--- What the task requires ---
In the records below, some lines contain the word "title". Copy each of them.

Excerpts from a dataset
□ □ □
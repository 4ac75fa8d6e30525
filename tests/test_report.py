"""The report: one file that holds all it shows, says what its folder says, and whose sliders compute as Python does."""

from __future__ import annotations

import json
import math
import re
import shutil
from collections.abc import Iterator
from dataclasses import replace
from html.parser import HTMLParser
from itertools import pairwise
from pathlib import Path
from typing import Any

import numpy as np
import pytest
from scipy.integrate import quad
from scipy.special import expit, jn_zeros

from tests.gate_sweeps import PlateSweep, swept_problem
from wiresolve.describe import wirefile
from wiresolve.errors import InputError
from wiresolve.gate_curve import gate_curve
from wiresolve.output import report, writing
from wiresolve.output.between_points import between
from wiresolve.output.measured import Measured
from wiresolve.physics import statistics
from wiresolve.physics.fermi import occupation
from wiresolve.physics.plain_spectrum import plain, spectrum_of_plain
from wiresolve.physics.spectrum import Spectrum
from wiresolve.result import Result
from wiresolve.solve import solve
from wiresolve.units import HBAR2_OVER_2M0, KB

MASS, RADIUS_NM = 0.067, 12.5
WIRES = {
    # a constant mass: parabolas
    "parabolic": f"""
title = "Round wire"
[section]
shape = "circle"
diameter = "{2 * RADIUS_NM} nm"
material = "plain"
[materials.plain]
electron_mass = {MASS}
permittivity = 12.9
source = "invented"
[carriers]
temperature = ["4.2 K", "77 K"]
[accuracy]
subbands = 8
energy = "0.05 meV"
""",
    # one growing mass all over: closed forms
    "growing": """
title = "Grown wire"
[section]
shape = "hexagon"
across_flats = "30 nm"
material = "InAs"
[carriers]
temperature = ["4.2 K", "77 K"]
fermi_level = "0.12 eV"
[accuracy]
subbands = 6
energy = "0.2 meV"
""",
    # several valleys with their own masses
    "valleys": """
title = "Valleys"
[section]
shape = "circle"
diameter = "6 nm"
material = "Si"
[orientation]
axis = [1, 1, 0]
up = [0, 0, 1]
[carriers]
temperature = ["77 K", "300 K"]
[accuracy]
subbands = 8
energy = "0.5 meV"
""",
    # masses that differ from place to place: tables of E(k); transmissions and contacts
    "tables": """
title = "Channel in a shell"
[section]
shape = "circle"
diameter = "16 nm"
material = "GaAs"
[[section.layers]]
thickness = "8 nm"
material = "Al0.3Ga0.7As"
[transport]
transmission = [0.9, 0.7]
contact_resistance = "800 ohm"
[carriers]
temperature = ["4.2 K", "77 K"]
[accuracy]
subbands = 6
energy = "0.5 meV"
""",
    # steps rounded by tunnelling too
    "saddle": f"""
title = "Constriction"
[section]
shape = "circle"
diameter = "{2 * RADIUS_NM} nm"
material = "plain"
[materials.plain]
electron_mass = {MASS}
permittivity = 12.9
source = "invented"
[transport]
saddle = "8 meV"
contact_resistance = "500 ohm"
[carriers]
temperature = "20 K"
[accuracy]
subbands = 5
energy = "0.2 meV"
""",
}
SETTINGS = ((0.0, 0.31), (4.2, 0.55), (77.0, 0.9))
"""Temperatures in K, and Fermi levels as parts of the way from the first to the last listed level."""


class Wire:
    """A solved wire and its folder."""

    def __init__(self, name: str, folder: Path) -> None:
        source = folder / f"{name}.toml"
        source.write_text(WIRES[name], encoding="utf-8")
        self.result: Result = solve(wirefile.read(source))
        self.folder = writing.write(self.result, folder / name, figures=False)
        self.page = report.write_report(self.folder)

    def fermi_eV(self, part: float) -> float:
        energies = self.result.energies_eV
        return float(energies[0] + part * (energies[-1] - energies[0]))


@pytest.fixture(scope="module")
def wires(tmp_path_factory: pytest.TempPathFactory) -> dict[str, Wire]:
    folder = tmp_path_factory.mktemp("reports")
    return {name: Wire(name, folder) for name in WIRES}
□ □ □
--- Task output ---
title = "Round wire"
title = "Grown wire"
title = "Valleys"
title = "Channel in a shell"
title = "Constriction"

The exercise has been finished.